Description of the task:
Take every line from the entries below that includes the word "uploadAudio" and copy it.

Saved data entries:
* * *

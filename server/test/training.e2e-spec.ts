import { NOTES_STORAGE_DIR } from './notes-storage-dir';
import {
  scoreNarration,
  type NarrationSegment,
  type PutTrainingSegmentsResponse,
  type TrainingAttemptListItem,
  type TrainingAttemptResponse,
  type TrainingProgress,
  type UserSummary,
  type VehicleResponse,
} from '@yardcall/shared';
import { randomUUID } from 'node:crypto';
import { rm } from 'node:fs/promises';
import { dirname } from 'node:path';
import request from 'supertest';
import { bearer, binary, bodyOf, createdBody, errorBody, OTHER_ORG_ADMIN, signIn, suiteApp } from './helpers';
import { makePng, makeWav } from './media-fixtures';

const STUDENT = 'student@yardcall.test';
const OTHER_STUDENT = 'noor.haddad@yardcall.test';

// What a student might say at the front of a tractor, with the recogniser's lower case and no punctuation.
const NARRATION: (NarrationSegment & { seq: number })[] = [
  { seq: 0, text: 'starting at the front checking the headlights and the windshield', startMs: 1000, endMs: 4200 },
  { seq: 1, text: 'engine oil level is good coolant level is good', startMs: 5000, endMs: 8800 },
  { seq: 2, text: 'left steer tire tread depth looks good no cuts or bulges', startMs: 9500, endMs: 13900 },
];

describe('training: narrated practice attempts and reviews', () => {
  const { t, tokens } = suiteApp();
  let student: string;
  let otherStudent: string;
  let otherAdmin: string;
  let tractor: VehicleResponse;

  beforeAll(async () => {
    student = await signIn(t.url, STUDENT);
    otherStudent = await signIn(t.url, OTHER_STUDENT);
    otherAdmin = await signIn(t.url, OTHER_ORG_ADMIN);
    const vehicles = bodyOf<VehicleResponse[]>(await request(t.url).get('/api/vehicles').set(bearer(student)));
    tractor = vehicles.find((v) => v.unitNumber === 'KV-101')!;
  });
  afterAll(async () => {
    await rm(dirname(NOTES_STORAGE_DIR), { recursive: true, force: true });
  });

  function create(token: string, clientId = randomUUID()) {
    return request(t.url)
      .post('/api/training/attempts')
      .set(bearer(token))
      .send({ clientId, vehicleIds: [tractor.id], startedAt: new Date(Date.now() - 60_000).toISOString() });
  }

  async function newAttempt(token = student): Promise<TrainingAttemptResponse> {
    const response = await create(token);
    return createdBody<TrainingAttemptResponse>(response);
  }

  function putSegments(token: string, id: string, segments: unknown[]) {
    return request(t.url).put(`/api/training/attempts/${id}/segments`).set(bearer(token)).send({ segments });
  }

  function finish(token: string, id: string, extra: Record<string, unknown> = {}) {
    return request(t.url)
      .post(`/api/training/attempts/${id}/finish`)
      .set(bearer(token))
      .send({ finishedAt: new Date().toISOString(), durationMs: 14_000, ...extra });
  }

  function uploadAudio(token: string, id: string, file: Buffer, name = 'narration.wav') {
    return request(t.url)
      .post(`/api/training/attempts/${id}/audio`)
      .set(bearer(token))
      .field('durationMs', '14000')
      .attach('file', file, { filename: name, contentType: 'audio/wav' });
  }

  async function finishedAttempt(token = student): Promise<TrainingAttemptResponse> {
    const attempt = await newAttempt(token);
    expect((await putSegments(token, attempt.id, NARRATION)).status).toBe(200);
    const done = await finish(token, attempt.id);
    expect(done.status).toBe(200);
    return bodyOf<TrainingAttemptResponse>(done);
  }

  it('creates a practice attempt once per client id, with the practice checklist', async () => {
    const clientId = randomUUID();
    const first = await create(student, clientId);
    expect(first.status).toBe(201);
    const again = await create(student, clientId);
    expect(again.status).toBe(200);
    const a = bodyOf<TrainingAttemptResponse>(first);
    expect(bodyOf<TrainingAttemptResponse>(again).id).toBe(a.id);
    expect(a).toMatchObject({ kind: 'practice', status: 'recording', segments: [], score: null, review: null });
    expect(a.vehicles).toEqual([{ id: tractor.id, unitNumber: 'KV-101', kind: 'tractor' }]);
    expect(a.checklist.kind).toBe('practice');
  });

  it('refuses a driver who is not a student with a sentence saying why', async () => {
    const response = await create(tokens.driver);
    expect(response.status).toBe(403);
    expect(errorBody(response).message).toMatch(/marked as students/);
  });

  it('merges segments by number, so a batch sent again changes nothing', async () => {
    const attempt = await newAttempt();
    const first = await putSegments(student, attempt.id, NARRATION.slice(0, 2));
    expect(bodyOf<PutTrainingSegmentsResponse>(first)).toEqual({ segmentCount: 2 });
    const again = await putSegments(student, attempt.id, NARRATION.slice(0, 2));
    expect(bodyOf<PutTrainingSegmentsResponse>(again)).toEqual({ segmentCount: 2 });
    const more = await putSegments(student, attempt.id, NARRATION.slice(1));
    expect(bodyOf<PutTrainingSegmentsResponse>(more)).toEqual({ segmentCount: 3 });
    const read = bodyOf<TrainingAttemptResponse>(
      await request(t.url).get(`/api/training/attempts/${attempt.id}`).set(bearer(student)),
    );
    expect(read.segments).toEqual(NARRATION.map(({ text, startMs, endMs }) => ({ text, startMs, endMs })));
    const backwards = await putSegments(student, attempt.id, [{ seq: 9, text: 'x', startMs: 500, endMs: 100 }]);
    expect(backwards.status).toBe(400);
    expect(errorBody(backwards).fields).toEqual([
      { field: 'segments.0.endMs', message: 'A segment cannot end before it starts.' },
    ]);
  });

  it('scores on the server with the shared scorer and refuses a score sent by the client', async () => {
    const attempt = await newAttempt();
    await putSegments(student, attempt.id, NARRATION);
    const forged = await finish(student, attempt.id, {
      score: { overall: { namedFraction: 1, creditFraction: 1 } },
    });
    expect(forged.status).toBe(400);
    expect(errorBody(forged).fields).toEqual([
      { field: 'score', message: 'This field is not allowed here: remove it.' },
    ]);

    const done = await finish(student, attempt.id);
    expect(done.status).toBe(200);
    const finished = bodyOf<TrainingAttemptResponse>(done);
    expect(finished.status).toBe('finished');
    const expected = scoreNarration(finished.segments, finished.checklist);
    expect(finished.score).toEqual(expected);
    expect(finished.coverage).toEqual(expected.overall);
    const statuses = new Set(finished.score!.items.map((item) => item.status));
    expect(statuses.has('named')).toBe(true);
    expect(statuses.has('missed')).toBe(true);
    const named = finished.score!.items.find((item) => item.status === 'named')!;
    expect(named.firstNamedMs).toBeGreaterThanOrEqual(1000);

    // Finished: the same call answers the stored attempt; new segments are refused.
    const twice = await finish(student, attempt.id);
    expect(bodyOf<TrainingAttemptResponse>(twice).score).toEqual(expected);
    expect((await putSegments(student, attempt.id, NARRATION)).status).toBe(200);
    const late = await putSegments(student, attempt.id, [
      { seq: 7, text: 'rear lights', startMs: 20000, endMs: 21000 },
    ]);
    expect(late.status).toBe(409);
  });

  it('keeps the recording, judged by its content, and serves it with Range', async () => {
    const attempt = await newAttempt();
    const wav = makeWav(400);
    const stored = await uploadAudio(student, attempt.id, wav);
    expect(stored.status).toBe(201);
    expect(bodyOf<TrainingAttemptResponse>(stored).audio).toMatchObject({
      mimeType: 'audio/wav',
      sizeBytes: wav.length,
      durationMs: 14000,
      audioUrl: `/api/training/attempts/${attempt.id}/audio`,
    });
    expect((await uploadAudio(student, attempt.id, wav)).status).toBe(200);
    expect((await uploadAudio(student, attempt.id, makeWav(300))).status).toBe(409);

    const notAudio = await uploadAudio(student, (await newAttempt()).id, makePng(), 'narration.wav');
    expect(notAudio.status).toBe(400);
    expect(errorBody(notAudio).message).toMatch(/looks like image\/png/);

    const whole = await binary(
      request(t.url).get(`/api/training/attempts/${attempt.id}/audio`).set(bearer(tokens.trainer)),
    );
    expect(whole.status).toBe(200);
    expect(Buffer.compare(whole.body as Buffer, wav)).toBe(0);
    const part = await binary(
      request(t.url).get(`/api/training/attempts/${attempt.id}/audio`).set(bearer(student)).set('Range', 'bytes=10-19'),
    );
    expect(part.status).toBe(206);
    expect(part.headers['content-range']).toBe(`bytes 10-19/${wav.length}`);
    expect(Buffer.compare(part.body as Buffer, wav.subarray(10, 20))).toBe(0);
    const outside = await request(t.url)
      .get(`/api/training/attempts/${attempt.id}/audio`)
      .set(bearer(student))
      .set('Range', `bytes=${wav.length + 10}-`);
    expect(outside.status).toBe(416);
  });

  it("answers 404 for another student's attempt, as if it did not exist", async () => {
    const attempt = await finishedAttempt();
    const read = await request(t.url).get(`/api/training/attempts/${attempt.id}`).set(bearer(otherStudent));
    expect(read.status).toBe(404);
    expect(errorBody(read).message).toBe('No practice attempt with this id in your organisation.');
    // Another organisation's admin has no training role at all.
    expect((await request(t.url).get(`/api/training/attempts/${attempt.id}`).set(bearer(otherAdmin))).status).toBe(403);
    expect(
      (await request(t.url).get(`/api/training/attempts/${attempt.id}/audio`).set(bearer(otherStudent))).status,
    ).toBe(404);
    expect((await putSegments(otherStudent, attempt.id, NARRATION)).status).toBe(404);
    expect((await finish(otherStudent, attempt.id)).status).toBe(404);
    expect((await uploadAudio(otherStudent, attempt.id, makeWav(200))).status).toBe(404);
    const theirs = bodyOf<TrainingAttemptListItem[]>(
      await request(t.url).get('/api/training/attempts').set(bearer(otherStudent)),
    );
    expect(theirs.map((a) => a.id)).not.toContain(attempt.id);
  });

  it('lets only a trainer review, and the student then sees the feedback and progress', async () => {
    const attempt = await finishedAttempt();
    const [first, second] = attempt.checklist.items;
    const review = {
      grade: 'needs_practice',
      comment: 'Good start: name each tire position as you reach it.',
      marks: [
        { itemKey: first!.key, mark: 'named', comment: 'Clear.' },
        { itemKey: second!.key, mark: 'missed' },
      ],
    };
    const path = `/api/training/attempts/${attempt.id}/review`;
    expect((await request(t.url).put(path).set(bearer(student)).send(review)).status).toBe(403);
    expect((await request(t.url).put(path).set(bearer(tokens.supervisor)).send(review)).status).toBe(403);
    expect((await request(t.url).put(path).set(bearer(otherAdmin)).send(review)).status).toBe(403);
    const wrongKey = await request(t.url)
      .put(path)
      .set(bearer(tokens.trainer))
      .send({ ...review, marks: [{ itemKey: 'no.such.item', mark: 'named' }] });
    expect(wrongKey.status).toBe(400);
    expect(errorBody(wrongKey).fields?.[0]?.field).toBe('marks.0.itemKey');

    const unfinished = await newAttempt();
    const early = await request(t.url)
      .put(`/api/training/attempts/${unfinished.id}/review`)
      .set(bearer(tokens.trainer))
      .send(review);
    expect(early.status).toBe(409);

    const waiting = bodyOf<TrainingAttemptListItem[]>(
      await request(t.url).get('/api/training/attempts?review=waiting').set(bearer(tokens.trainer)),
    );
    expect(waiting.map((a) => a.id)).toContain(attempt.id);

    const saved = await request(t.url).put(path).set(bearer(tokens.trainer)).send(review);
    expect(saved.status).toBe(200);
    const trainerName = bodyOf<UserSummary>(await request(t.url).get('/api/auth/me').set(bearer(tokens.trainer))).name;
    expect(bodyOf<TrainingAttemptResponse>(saved).review).toMatchObject({
      trainer: { name: trainerName },
      grade: 'needs_practice',
      comment: review.comment,
      marks: [
        { itemKey: first!.key, mark: 'named', comment: 'Clear.' },
        { itemKey: second!.key, mark: 'missed', comment: '' },
      ],
    });
    // Saved again, the review is replaced.
    const regraded = await request(t.url)
      .put(path)
      .set(bearer(tokens.trainer))
      .send({ ...review, grade: 'pass' });
    expect(bodyOf<TrainingAttemptResponse>(regraded).review?.grade).toBe('pass');

    const seen = bodyOf<TrainingAttemptResponse>(
      await request(t.url).get(`/api/training/attempts/${attempt.id}`).set(bearer(student)),
    );
    expect(seen.review).toMatchObject({ grade: 'pass', comment: review.comment });
    const mine = bodyOf<TrainingAttemptListItem[]>(
      await request(t.url).get('/api/training/attempts').set(bearer(student)),
    );
    expect(mine.find((a) => a.id === attempt.id)).toMatchObject({ grade: 'pass', status: 'finished' });
    expect(mine.every((a) => a.student.name === 'Jordan Pike')).toBe(true);

    const progress = bodyOf<TrainingProgress>(await request(t.url).get('/api/training/progress').set(bearer(student)));
    expect(progress.student.name).toBe('Jordan Pike');
    const point = progress.attempts.find((p) => p.attemptId === attempt.id)!;
    expect(point).toMatchObject({ grade: 'pass', coveragePercent: Math.round(attempt.coverage!.namedFraction * 100) });
    const dates = progress.attempts.map((p) => p.date);
    expect([...dates].sort()).toEqual(dates);

    const meId = progress.student.id;
    const byTrainer = await request(t.url).get(`/api/training/progress?studentId=${meId}`).set(bearer(tokens.trainer));
    expect(bodyOf<TrainingProgress>(byTrainer).attempts).toEqual(progress.attempts);
    expect((await request(t.url).get('/api/training/progress').set(bearer(tokens.trainer))).status).toBe(400);
    expect(
      (await request(t.url).get(`/api/training/progress?studentId=${meId}`).set(bearer(otherStudent))).status,
    ).toBe(404);
    const filtered = bodyOf<TrainingAttemptListItem[]>(
      await request(t.url).get(`/api/training/attempts?studentId=${meId}`).set(bearer(tokens.trainer)),
    );
    expect(filtered.length).toBeGreaterThan(0);
    expect(filtered.every((a) => a.student.id === meId)).toBe(true);
  });
});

* * *

Completed task:
  function uploadAudio(token: string, id: string, file: Buffer, name = 'narration.wav') {
    const stored = await uploadAudio(student, attempt.id, wav);
    expect((await uploadAudio(student, attempt.id, wav)).status).toBe(200);
    expect((await uploadAudio(student, attempt.id, makeWav(300))).status).toBe(409);
    const notAudio = await uploadAudio(student, (await newAttempt()).id, makePng(), 'narration.wav');
    expect((await uploadAudio(otherStudent, attempt.id, makeWav(200))).status).toBe(404);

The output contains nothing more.